Notice that the R2 of our reduced model, 0.8246, is smaller than the R2 of the original full model, but only by .0045. For all practical purposes, the R2 of the original model and the reduced model are the nearly identical. Similarly, the Se of the reduced model, 6.4716, is larger than the Se of the full model, but only by .0283, which again, for all practical purposes, is nearly identical. Other models, however, may show much larger differences between the R2 and S e of the full model and a reduced one.

This example illustrates another principle of good modeling practice: the principle of parsimony. The principle of parsimony can be thought of as a principle of simplicity. If a smaller set of explanatory variables produces a model that fits the data almost as well as a model with a larger set of explanatory variables - and with almost the same standard error - it is usually preferable to use the model with the smaller number of explanatory variables. As we shall see, each explanatory variable in a model comes with a price, not only in terms of increasing the unwieldiness of the model, but more importantly in terms of understanding or explaining how the particular variable affects the dependent variable.

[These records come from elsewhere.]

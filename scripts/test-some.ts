/**
 * `npm run test:some -- <files…>`: the named test files only, against the same real services as `npm test`, for
 * working on one part without waiting for the whole suite. Vitest files (`tests/unit`, `tests/api`) run first; any
 * Playwright specs (`tests/e2e/*.spec.ts`) run after the apps are built (`HW_SKIP_BUILD=1` reuses the last build).
 * Without files it runs nothing and says how to call it. `npm test` stays the one command that decides.
 */
import { ensureChromium } from './browser.ts';
import { recreateLocalDatabase, startLocalDatabase, stopLocalDatabase } from './db-lifecycle.ts';
import { buildApps, localStack, migrateAndSeed, run, startLocalFakes } from './stack.ts';

const files = process.argv.slice(2);
if (files.length === 0) {
  console.log(
    'Name the test files to run, e.g. npm run test:some -- tests/api/quotes.test.ts tests/e2e/designer.spec.ts',
  );
  process.exit(2);
}
const specs = files.filter((file) => file.includes('tests/e2e/'));
const vitestFiles = files.filter((file) => !file.includes('tests/e2e/'));
const stack = localStack('test');

const { started } = await startLocalDatabase();
let exitCode = 0;
try {
  recreateLocalDatabase('hoopwright_test');
  await migrateAndSeed(stack.env, 'always');
  if (vitestFiles.length) exitCode ||= await run('vitest', ['run', ...vitestFiles], stack.env);
  if (specs.length) {
    ensureChromium();
    if (process.env.HW_SKIP_BUILD !== '1') await buildApps();
    await migrateAndSeed(stack.env, 'always');
    const fakes = await startLocalFakes(stack);
    try {
      exitCode ||= await run('playwright', ['test', ...specs], {
        ...stack.env,
        FAKE_SMTP_HTTP_URL: fakes.urls.smtpHttp,
      });
    } finally {
      await fakes.close();
    }
  }
} catch (error) {
  console.error(error);
  exitCode = 1;
} finally {
  if (started) await stopLocalDatabase();
}
process.exit(exitCode);
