// knex imports the TypeScript migrations and seeds itself, outside Vitest's transform, so each test worker
// registers tsx as Node's loader for them.
import { register } from 'tsx/esm/api';

register();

Also notice that one of the variables in the original example 1, the variable EducLevel4, was on the border between being significant and not. Its value of 0.0583 is right about equal to the cutoff of 0.05. Because the p-values change dramatically as variables are eliminated from the model, it is important to leave such borderline variables in the model at first and see if they become more significant. In this case, the p-value got larger when we eliminated some of the variables; in the reduced model, it is definitely not significant at a p-value of 0.0779. In fact, because of the way p-values change as the variables are eliminated, it is always best to eliminate one variable at a time, making a new model as each of the variables is dropped and re-assessing which variables are significant. Often, a variable that began an insignificant can become significant.

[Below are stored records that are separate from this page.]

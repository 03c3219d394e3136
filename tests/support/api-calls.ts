import { apiErrorBody } from '../../server/src/contracts/errors.ts';
import { demoPeople } from '../../seeds/data/people.ts';
import type { ApiAgent, ApiHarness } from './api-harness.ts';

/** A fresh agent signed in as one of the demo people. */
export async function signedInAgent(harness: Pick<ApiHarness, 'agent' | 'signIn'>, email: string) {
  const agent = harness.agent();
  await harness.signIn(agent, email);
  return agent;
}

/** The error of an error body, checked against its contract. */
export const errorOf = (body: unknown) => apiErrorBody.parse(body).error;

/** The request an agent makes for a method named in a test table. */
export function callFor(agent: ApiAgent, method: 'GET' | 'POST' | 'PUT' | 'PATCH' | 'DELETE', path: string) {
  const calls = { GET: agent.get, POST: agent.post, PUT: agent.put, PATCH: agent.patch, DELETE: agent.delete };
  return calls[method].call(agent, path);
}

/**
 * Signs an agent in over real HTTP (a running server, not the in-process app): the server sends it to the sign-in
 * stand-in at `signInOrigin`, the stand-in's page picks the demo person, and its redirect brings the code back.
 */
export async function signInOverHttp(agent: ApiAgent, signInOrigin: string, email: string): Promise<void> {
  const start = await agent.get('/api/auth/google').expect(302);
  const authorize = new URL(start.headers.location!);
  const person = demoPeople.find((candidate) => candidate.email === email);
  const form = new URLSearchParams({
    ...Object.fromEntries(authorize.searchParams),
    ...(person ? { identity: person.sub } : { email }),
  });
  const decision = await fetch(`${signInOrigin}/authorize`, { method: 'POST', body: form, redirect: 'manual' });
  const callback = new URL(decision.headers.get('location')!);
  await agent.get(`${callback.pathname}${callback.search}`).expect(302);
}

Summary: Refining a model is both an art and a science. The general procedure is:

  1. Run a full model with all the explanatory variables
  2. Determine the significant explanatory variable from the results of the full model
  3. Run a reduced model with the variables from 2.
  4. With the principle of parsimony in mind, run models built on various subsets of significant (or nearly significant) explanatory variables until you obtain a model that you are satisfied gives the best fit to the data with the fewest explanatory variables.